**Data to use:**

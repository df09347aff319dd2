"""Selectors load what their callers display in a fixed number of queries."""
from __future__ import annotations

import pytest
from django.db import connection
from django.test.utils import CaptureQueriesContext

from registry.selectors import audit_list, laser_list
from tests import factories

pytestmark = pytest.mark.django_db


def _touch_lasers() -> int:
    with CaptureQueriesContext(connection) as queries:
        for laser in laser_list():
            _ = (laser.owner.user.username, laser.owner.research_group.name, laser.location.room)
            for emission in laser.current_emissions:
                _ = [result.nohd_m for result in emission.current_results]
    return len(queries)


@pytest.mark.parametrize("lasers", [2, 6])
def test_a_laser_list_costs_three_queries_however_long(lasers: int) -> None:
    for _ in range(lasers):
        emission = factories.EmissionFactory.create()
        factories.EmissionFactory.create(laser=emission.laser, wavelength_m=1064e-9)
        factories.HazardResultFactory.create(emission=emission)
    # 1: lasers joined to owner, account, group and location; 2: their emissions; 3: the
    # emissions' hazard results.
    assert _touch_lasers() == 3


def test_an_audit_list_prefetches_lasers_checklist_and_findings() -> None:
    for _ in range(3):
        audit = factories.AuditFactory.create()
        audit.lasers.add(factories.LaserFactory.create())
        factories.AuditChecklistItemFactory.create(audit=audit)
        factories.FindingFactory.create(audit=audit)
    with CaptureQueriesContext(connection) as queries:
        for audit in audit_list():
            _ = (audit.auditor.user.username, audit.location.room, [laser.asset_tag for laser in audit.lasers.all()],
                 [item.question for item in audit.checklist.all()],
                 [(finding.owner.user.username, finding.laser) for finding in audit.findings.all()])
    # audits; lasers; checklist; findings (with owner, account, laser and location joined).
    assert len(queries) == 4
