"""/healthz: 200 when the database answers and every migration is applied, 503 otherwise;
open to anyone and giving no register data."""
from __future__ import annotations

import os
import subprocess
import sys
from pathlib import Path
from unittest import mock

import pytest
from django.db.migrations.executor import MigrationExecutor
from django.test import Client

ROOT = Path(__file__).resolve().parents[2]

pytestmark = pytest.mark.django_db


def test_it_answers_200_to_anyone_when_the_database_is_migrated() -> None:
    response = Client().get("/healthz")
    assert response.status_code == 200
    assert response.content == b"ok\n"
    assert response["Content-Type"] == "text/plain; charset=utf-8"
    assert "no-cache" in response["Cache-Control"]
    assert "Set-Cookie" not in response


def test_it_answers_503_while_a_migration_is_not_applied(caplog: pytest.LogCaptureFixture) -> None:
    pending = [(mock.Mock(__str__=lambda self: "registry.0099_later"), False)]
    with mock.patch.object(MigrationExecutor, "migration_plan", return_value=pending):
        response = Client().get("/healthz")
    assert response.status_code == 503
    assert response.content == b"migrations not applied\n"
    assert "1 migrations not applied (first: registry.0099_later)" in caplog.text


def test_it_refuses_anything_but_get_and_head() -> None:
    assert Client().head("/healthz").status_code == 200
    assert Client().post("/healthz").status_code == 405


def _healthz_in_a_process(database_url: str) -> subprocess.CompletedProcess[str]:
    """GET /healthz in a fresh process whose DATABASE_URL is ``database_url``."""
    script = ("import django; django.setup(); from django.test.utils import setup_test_environment; "
              "setup_test_environment(); from django.test import Client; r = Client().get('/healthz'); "
              "print(r.status_code, r.content.decode().strip())")
    environment = {name: value for name, value in os.environ.items() if name not in {"BEAMKEEPER_ENV", "DEBUG"}}
    environment.update(DATABASE_URL=database_url, DJANGO_SETTINGS_MODULE="registry.settings")
    return subprocess.run([sys.executable, "-c", script], cwd=ROOT, env=environment, capture_output=True,
                          text=True, timeout=120)


def test_it_answers_503_for_a_database_that_was_never_migrated(tmp_path: Path) -> None:
    result = _healthz_in_a_process(f"sqlite:///{tmp_path / 'empty.sqlite3'}")
    assert result.stdout.strip() == "503 migrations not applied", result.stderr


def test_it_answers_503_when_the_database_does_not_answer(tmp_path: Path) -> None:
    result = _healthz_in_a_process(f"sqlite:///{tmp_path / 'missing-folder' / 'db.sqlite3'}")
    assert result.stdout.strip() == "503 database not answering", result.stderr
    assert "the database does not answer" in result.stderr
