"""The interactive API documentation renders in a real browser with no internet access."""
from __future__ import annotations

import os
from typing import Any
from urllib.parse import urlsplit

import pytest

# Playwright's sync API keeps an event loop in the test thread, which makes Django refuse
# ORM calls (including pytest-django's teardown flush) as "async"; the standard switch,
# set for this test process only and never in settings.
os.environ.setdefault("DJANGO_ALLOW_ASYNC_UNSAFE", "true")

CHROMIUM_FLAGS = ["--headless", "--no-sandbox", "--disable-gpu", "--disable-quic", "--no-first-run",
                  "--disable-background-networking", "--disable-component-update", "--disable-sync"]


@pytest.fixture(scope="session")
def browser_type_launch_args(browser_type_launch_args: dict[str, Any]) -> dict[str, Any]:
    # Debian's chromium, not a browser downloaded by Playwright.
    return {**browser_type_launch_args, "executable_path": os.environ.get("CHROMIUM_PATH", "/usr/bin/chromium"),
            "args": CHROMIUM_FLAGS}


def _offline(page: Any, server: str) -> list[str]:
    """Refuse every request that leaves the test server; return the list of those attempted."""
    outside: list[str] = []
    local = urlsplit(server).netloc

    def route(route: Any) -> None:
        if urlsplit(route.request.url).netloc == local:
            route.continue_()
        else:
            outside.append(route.request.url)
            route.abort()

    page.route("**/*", route)
    return outside


@pytest.mark.browser
@pytest.mark.django_db(transaction=True)
def test_swagger_ui_lists_the_operations_without_any_outside_request(live_server: Any, page: Any) -> None:
    outside = _offline(page, live_server.url)
    failed: list[str] = []
    page.on("requestfailed", lambda request: failed.append(request.url))
    page.goto(f"{live_server.url}/api/v1/docs/")
    page.wait_for_selector(".opblock", timeout=15_000)
    assert page.locator(".opblock").count() >= 60
    assert page.get_by_text("/api/v1/evaluate/").count() >= 1
    assert outside == []
    assert failed == []


@pytest.mark.browser
@pytest.mark.django_db(transaction=True)
def test_redoc_renders_the_schema_offline(live_server: Any, page: Any) -> None:
    outside = _offline(page, live_server.url)
    page.goto(f"{live_server.url}/api/v1/docs/redoc/")
    page.locator("h2", has_text="Evaluate ad-hoc beam parameters").wait_for(timeout=15_000)
    # Redoc's own footer logo is the only outside address its bundle knows.
    assert [url for url in outside if "redoc" not in url] == []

**Problem to solve:** From the material above, copy every line that has the word "timeout" in it.

**Solution for this task:**
                          text=True, timeout=120)
    page.wait_for_selector(".opblock", timeout=15_000)
    page.locator("h2", has_text="Evaluate ad-hoc beam parameters").wait_for(timeout=15_000)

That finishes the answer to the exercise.